M1n1MeMadness5 · 19/11/2020 14:49

Power of attorney

saraclara · 19/11/2020 14:53

@M1n1MeMadness5

Power of attorney
Yep. Please get her to sign a lasting power of attorney while she still knows what she's doing, if you don't have one already. A financial one will make a vast difference to how easy it will be for you to manage things for her. But do both.
gospelsinger · 19/11/2020 14:57

I think I would go back to 3 full days and do as much as you can in those days and find commitments on the other days - don't check email or answer phone to your boss.

Plan your days off carefully so that you are not working.

ShouldIquitmyjob · 20/11/2020 09:02

Thank you all, some great help.

I switched to 5 short days during lockdown so I could be there for the kids some of each day and work while they were doing there schoolwork. It’s worked generally but the days have crept to be longer lately.

Parental leave is a great idea, I’ll look into that.

I do have PoA, and DM lives in a retirement apartment where she does get some help and support, but it means her neighbours are no help as they’re all old too! Same with her friends.

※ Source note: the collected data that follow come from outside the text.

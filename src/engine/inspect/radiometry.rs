//! An infrared reading, corrected: the true surface temperature behind what an instrument shows.
//!
//! # Model (after ASTM E1862, reflected temperature, and ASTM E1933, emissivity)
//! The instrument turns the radiance it receives over its waveband into a temperature. It was set
//! to an emissivity `ε_set` and compensates for a reflected apparent temperature `T_refl`; the
//! surface's true emissivity is `ε_s`. With `L(T)` the blackbody radiance over the band (Planck's
//! law integrated from `λ₁` to `λ₂`), the signal is, as the instrument assumed and in truth,
//!
//! ```text
//! S = ε_set·L(T_disp) + (1 − ε_set)·L(T_refl) = ε_s·L(T_s) + (1 − ε_s)·L(T_refl)
//! ```
//!
//! so `L(T_s) = [ε_set·L(T_disp) + (ε_s − ε_set)·L(T_refl)] / ε_s`, inverted for `T_s` with the
//! bracketed root finder ([`crate::engine::solve`]). Assumptions, stated: the surface is grey and
//! opaque over the band (reflectance 1 − ε); the surroundings it reflects are one uniform
//! temperature, the same the instrument compensated with; the atmosphere between instrument and
//! surface transmits everything (τ = 1: a short range, as in a walk-down), and emits nothing; the
//! instrument's spectral response is flat over the band. [`total_radiation`] is the same balance
//! with σT⁴ in place of the band radiance (all wavelengths): a cross-check and an approximation
//! only, as a band instrument does not see the whole spectrum.
//!
//! The band integral is exact: with x = c₂/(λT), ∫ L_λ dλ = (c₁ₗ·T⁴/c₂⁴)·∫ x³/(eˣ − 1) dx, and
//! ∫ₓ^∞ t³/(eᵗ − 1) dt = Σₙ e^(−nx)·(x³/n + 3x²/n² + 6x/n³ + 6/n⁴), summed until the terms no
//! longer change the sum.

use crate::engine::error::{finite_result, EngineError, Subject};
use crate::engine::solve;

/// Planck constant, J·s; speed of light, m/s; Boltzmann constant, J/K (exact in the 2019 SI).
const H: f64 = 6.626_070_15e-34;
const C: f64 = 299_792_458.0;
const KB: f64 = 1.380_649e-23;
/// First radiation constant for spectral radiance, 2hc², W·m²/sr.
pub const C1L: f64 = 2.0 * H * C * C;
/// Second radiation constant, hc/k, m·K.
pub const C2: f64 = H * C / KB;

/// The step in emissivity the reliability measure uses: how far the answer moves for an
/// emissivity 0.05 off (common practice: tables and contact methods rarely know ε better).
pub const EMISSIVITY_STEP: f64 = 0.05;
/// Below this emissivity a reading is taken as unreliable without a tape or paint of known
/// emissivity on the spot (common practice in thermography, not a standard's number).
pub const LOW_EMISSIVITY: f64 = 0.5;
/// A correction larger than this, K, is flagged (common practice).
pub const LARGE_CORRECTION: f64 = 10.0;
/// A reading within this many kelvin of the reflected temperature, on a surface that reflects
/// enough for it to matter ([`REFLECTED_SHARE`]), carries little of the surface's own radiation
/// (common practice).
pub const MIN_CONTRAST: f64 = 10.0;
/// The share of the received signal that is reflection, (1 − ε)·L(T_r)/S, above which a reading
/// near the reflected temperature is flagged (a threshold chosen here, not a standard's: a
/// painted jacket, ε 0.95, reflects about 5 % and is never flagged for contrast alone).
pub const REFLECTED_SHARE: f64 = 0.2;
/// When ±[`EMISSIVITY_STEP`] moves the corrected temperature by more than this, K, the emissivity
/// must be known better than tables give it (common practice).
pub const SENSITIVITY_LIMIT: f64 = 5.0;

/// Most terms of the series: enough for x ≥ 0.02 (a band to 100 µm at 7000 K) to 1e-17.
const MAX_TERMS: usize = 4000;

/// The instrument's reading and settings, SI (K, m; emissivities 0–1).
#[derive(Debug, Clone, Copy, PartialEq)]
pub struct Reading {
    /// The temperature the instrument displayed, K.
    pub displayed: f64,
    /// The emissivity the instrument was set to.
    pub emissivity_set: f64,
    /// The reflected apparent temperature it compensated with (ASTM E1862), K.
    pub reflected: f64,
    /// The waveband, m (8–14 µm for most field instruments).
    pub band: (f64, f64),
}

/// Why a corrected reading is flagged (each threshold is common practice).
#[derive(Debug, Clone, Copy, PartialEq, Eq)]
pub enum Caveat {
    /// The surface's emissivity is below [`LOW_EMISSIVITY`].
    LowEmissivity,
    /// The correction exceeds [`LARGE_CORRECTION`].
    LargeCorrection,
    /// The reading is within [`MIN_CONTRAST`] of the reflected temperature.
    NearReflected,
    /// ±[`EMISSIVITY_STEP`] moves the answer by more than [`SENSITIVITY_LIMIT`] (or the
    /// emissivity is too low for the step to be taken at all).
    EmissivitySensitive,
}

impl Caveat {
    pub fn text(&self) -> &'static str {
        match self {
            Caveat::LowEmissivity => "the surface's emissivity is below 0.5: put a tape or paint of known emissivity on the spot and read that (common practice)",
            Caveat::LargeCorrection => "the correction is more than 10 K (common practice threshold)",
            Caveat::NearReflected => "the reading is within 10 K of the reflected temperature on a surface that reflects a fifth or more of what the instrument receives: an error in the reflected temperature passes straight into the answer (common practice threshold)",
            Caveat::EmissivitySensitive => "an emissivity 0.05 off moves the answer by more than 5 K (common practice threshold)",
        }
    }
}

/// A reading corrected to the surface's emissivity.
#[derive(Debug, Clone, PartialEq)]
pub struct Corrected {
    /// The true surface temperature by the band balance, K.
    pub surface: f64,
    /// The same by the total-radiation (σT⁴) balance, K: a cross-check.
    pub total_radiation: f64,
    /// `surface − displayed`, K.
    pub correction: f64,
    /// The corrected temperature with the surface's emissivity 0.05 lower and 0.05 higher
    /// (capped at 1), K; `None` low when ε − 0.05 ≤ 0 (no answer).
    pub at_lower_emissivity: Option<f64>,
    pub at_higher_emissivity: f64,
    /// The largest move of the two, K (`None` when the lower one has no answer).
    pub sensitivity: Option<f64>,
    /// Band radiances used, W/(m²·sr): at the display, the reflected and the surface temperature.
    pub radiance_displayed: f64,
    pub radiance_reflected: f64,
    pub radiance_surface: f64,
    pub iterations: u32,
    pub caveats: Vec<Caveat>,
}

impl Corrected {
    /// No caveat applies.
    pub fn reliable(&self) -> bool {
        self.caveats.is_empty()
    }
}

/// ∫ₓ^∞ t³/(eᵗ − 1) dt by the exact series (see the module). `x > 0`.
pub fn tail_integral(x: f64) -> f64 {
    let r = (-x).exp();
    let (x2, x3) = (x * x, x * x * x);
    let mut p = 1.0;
    let mut sum = 0.0;
    for n in 1..=MAX_TERMS {
        p *= r;
        let nf = n as f64;
        let term = p
            * (x3 / nf
                + 3.0 * x2 / (nf * nf)
                + 6.0 * x / (nf * nf * nf)
                + 6.0 / (nf * nf * nf * nf));
        sum += term;
        if term <= 1e-17 * sum || p == 0.0 {
            break;
        }
    }
    sum
}

/// Blackbody radiance over the band (λ₁, λ₂) at temperature `t`, W/(m²·sr).
pub fn band_radiance(t: f64, band: (f64, f64)) -> f64 {
    if t <= 0.0 {
        return 0.0;
    }
    let (x_short, x_long) = (C2 / (band.0 * t), C2 / (band.1 * t));
    let scale = C1L * (t / C2).powi(4);
    scale * (tail_integral(x_long) - tail_integral(x_short))
}

/// The error for the reading input `key` (its link key: the page marks that field).
fn input_error(
    key: &'static str,
    quantity: &'static str,
    value: f64,
    unit: &'static str,
    why: &'static str,
) -> EngineError {
    crate::engine::error::undefined(Subject::Input(key), quantity, value, unit, why)
}

/// Check a reading's own inputs: emissivities in (0, 1], a band with λ₁ < λ₂, a reading apart from
/// the reflected temperature. Errors name the input by its link key (see `scenario::FIELDS`).
pub fn check(r: &Reading, emissivity: f64) -> Result<(), EngineError> {
    if !(emissivity > 0.0 && emissivity <= 1.0) {
        return Err(input_error("e", "emissivity", emissivity, "", "must be above 0 and at most 1 to correct a reading (at 0 the surface shows nothing of itself)"));
    }
    if !(r.emissivity_set > 0.0 && r.emissivity_set <= 1.0) {
        return Err(input_error(
            "eir",
            "instrument emissivity",
            r.emissivity_set,
            "",
            "must be above 0 and at most 1",
        ));
    }
    let (a, b) = r.band;
    if !(a > 0.0 && b.is_finite()) || b <= a {
        return Err(input_error(
            "lb2",
            "band upper wavelength",
            b * 1e6,
            "µm",
            "must be longer than the band's lower wavelength (an empty or reversed band)",
        ));
    }
    if !(r.displayed > 0.0 && r.reflected > 0.0) {
        return Err(input_error(
            "Tir",
            "reading",
            r.displayed,
            "K",
            "must be above absolute zero",
        ));
    }
    if (r.displayed - r.reflected).abs() < 1e-6 {
        return Err(input_error("Tir", "reading", r.displayed, "K", "equals the reflected temperature: the reading carries no information about the surface"));
    }
    Ok(())
}

/// The surface temperature whose band radiance is `target`, K, by the bracketed solver on
/// ln L(T) − ln target, starting from `guess`.
fn invert(target: f64, band: (f64, f64), guess: f64) -> Result<solve::Root, EngineError> {
    let out = |value: f64| {
        input_error(
            "Tir",
            "corrected surface temperature",
            value,
            "K",
            "is outside what the instrument's band can measure",
        )
    };
    if !(target > 0.0 && target.is_finite()) {
        return Err(input_error("Tir", "reading", guess, "K", "is below what the reflection alone would show at this emissivity: no surface temperature explains it (check the emissivities and the reflected temperature)"));
    }
    let f = |t: f64| band_radiance(t, band).ln() - target.ln();
    let (mut lo, mut hi) = (0.9 * guess, 1.1 * guess);
    while f(lo) >= 0.0 {
        lo *= 0.5;
        if lo < 1.0 {
            return Err(out(lo));
        }
    }
    while f(hi) <= 0.0 {
        hi *= 2.0;
        if hi > 1e5 {
            return Err(out(hi));
        }
    }
    solve::bracketed(f, lo, hi, 1e-14).map_err(|_| out(guess))
}

/// The total-radiation (σT⁴) form of the balance: T_s = [(ε_set·T_d⁴ + (ε_s − ε_set)·T_r⁴)/ε_s]^¼.
/// `None` where the bracket is not positive (the reading is below what the reflection shows).
pub fn total_radiation(r: &Reading, emissivity: f64) -> Option<f64> {
    let t4 = (r.emissivity_set * r.displayed.powi(4)
        + (emissivity - r.emissivity_set) * r.reflected.powi(4))
        / emissivity;
    (t4 > 0.0 && t4.is_finite()).then(|| t4.sqrt().sqrt())
}

/// The surface temperature by the band balance alone (no sensitivity, no caveats), K.
pub fn surface_temperature(r: &Reading, emissivity: f64) -> Result<f64, EngineError> {
    Ok(surface_root(r, emissivity)?.0)
}

fn surface_root(r: &Reading, emissivity: f64) -> Result<(f64, u32, [f64; 3]), EngineError> {
    check(r, emissivity)?;
    let l_d = band_radiance(r.displayed, r.band);
    let l_r = band_radiance(r.reflected, r.band);
    let target = (r.emissivity_set * l_d + (emissivity - r.emissivity_set) * l_r) / emissivity;
    if !(target > 0.0 && target.is_finite()) {
        return Err(input_error("Tir", "reading", r.displayed, "K", "is below what the reflection alone would show at this emissivity: no surface temperature explains it (check the emissivities and the reflected temperature)"));
    }
    let guess = total_radiation(r, emissivity).unwrap_or(r.displayed);
    let root = invert(target, r.band, guess)?;
    let t = finite_result("corrected surface temperature", root.x)?;
    Ok((t, root.iterations, [l_d, l_r, target]))
}

/// Correct a reading to the surface's true `emissivity`: the band balance, the σT⁴ cross-check,
/// the move for an emissivity 0.05 off either way, and the caveats.
pub fn correct(r: &Reading, emissivity: f64) -> Result<Corrected, EngineError> {
    let (surface, iterations, [l_d, l_r, l_s]) = surface_root(r, emissivity)?;
    let total_radiation = finite_result(
        "corrected surface temperature (σT⁴ form)",
        total_radiation(r, emissivity).unwrap_or(0.0),
    )?;
    let lower = emissivity - EMISSIVITY_STEP;
    let at_lower_emissivity = if lower > 0.0 {
        surface_temperature(r, lower).ok()
    } else {
        None
    };
    let at_higher_emissivity = surface_temperature(r, (emissivity + EMISSIVITY_STEP).min(1.0))?;
    let sensitivity = at_lower_emissivity.map(|lo| {
        (lo - surface)
            .abs()
            .max((at_higher_emissivity - surface).abs())
    });
    let correction = surface - r.displayed;
    let mut caveats = Vec::new();
    if emissivity < LOW_EMISSIVITY {
        caveats.push(Caveat::LowEmissivity);
    }
    if correction.abs() > LARGE_CORRECTION {
        caveats.push(Caveat::LargeCorrection);
    }
    if (r.displayed - r.reflected).abs() < MIN_CONTRAST
        && (1.0 - emissivity) * l_r / (emissivity * l_s + (1.0 - emissivity) * l_r)
            > REFLECTED_SHARE
    {
        caveats.push(Caveat::NearReflected);
    }
    if sensitivity.is_none_or(|s| s > SENSITIVITY_LIMIT) {
        caveats.push(Caveat::EmissivitySensitive);
    }
    Ok(Corrected {
        surface,
        total_radiation,
        correction,
        at_lower_emissivity,
        at_higher_emissivity,
        sensitivity,
        radiance_displayed: l_d,
        radiance_reflected: l_r,
        radiance_surface: l_s,
        iterations,
        caveats,
    })
}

Am also looking into converting our garage...

OP posts:
ShouldIquitmyjob · 20/11/2020 09:03

I’d also like to say how nice everyone has been, thank you. I was a bit scared posting in AIBU!

OP posts:
rookiemere · 20/11/2020 10:17

I'm really glad this thread has given you some ideas @ShouldIquitmyjob .
Working short days was fine when we weren't all wfh, but now it seems to be that as there isn't much reason to leave the house work gets piled on. I'm meant to do 8-4 but over the past few weeks it's been more like 7-7.I've started putting in dog walks in the afternoon so I can actually get a break. Today is my NWD but am about to check emails Sad.

CounsellorTroi · 20/11/2020 10:24

@BubblyBarbara

Could you take unpaid sabbatical of a few months to spend quality time with DM while she still has her marbles?
I was also going to suggest a career break. I regret not doing this when my mother first developed dementia- even though she lived locally to me and I was visiting her every day anyway.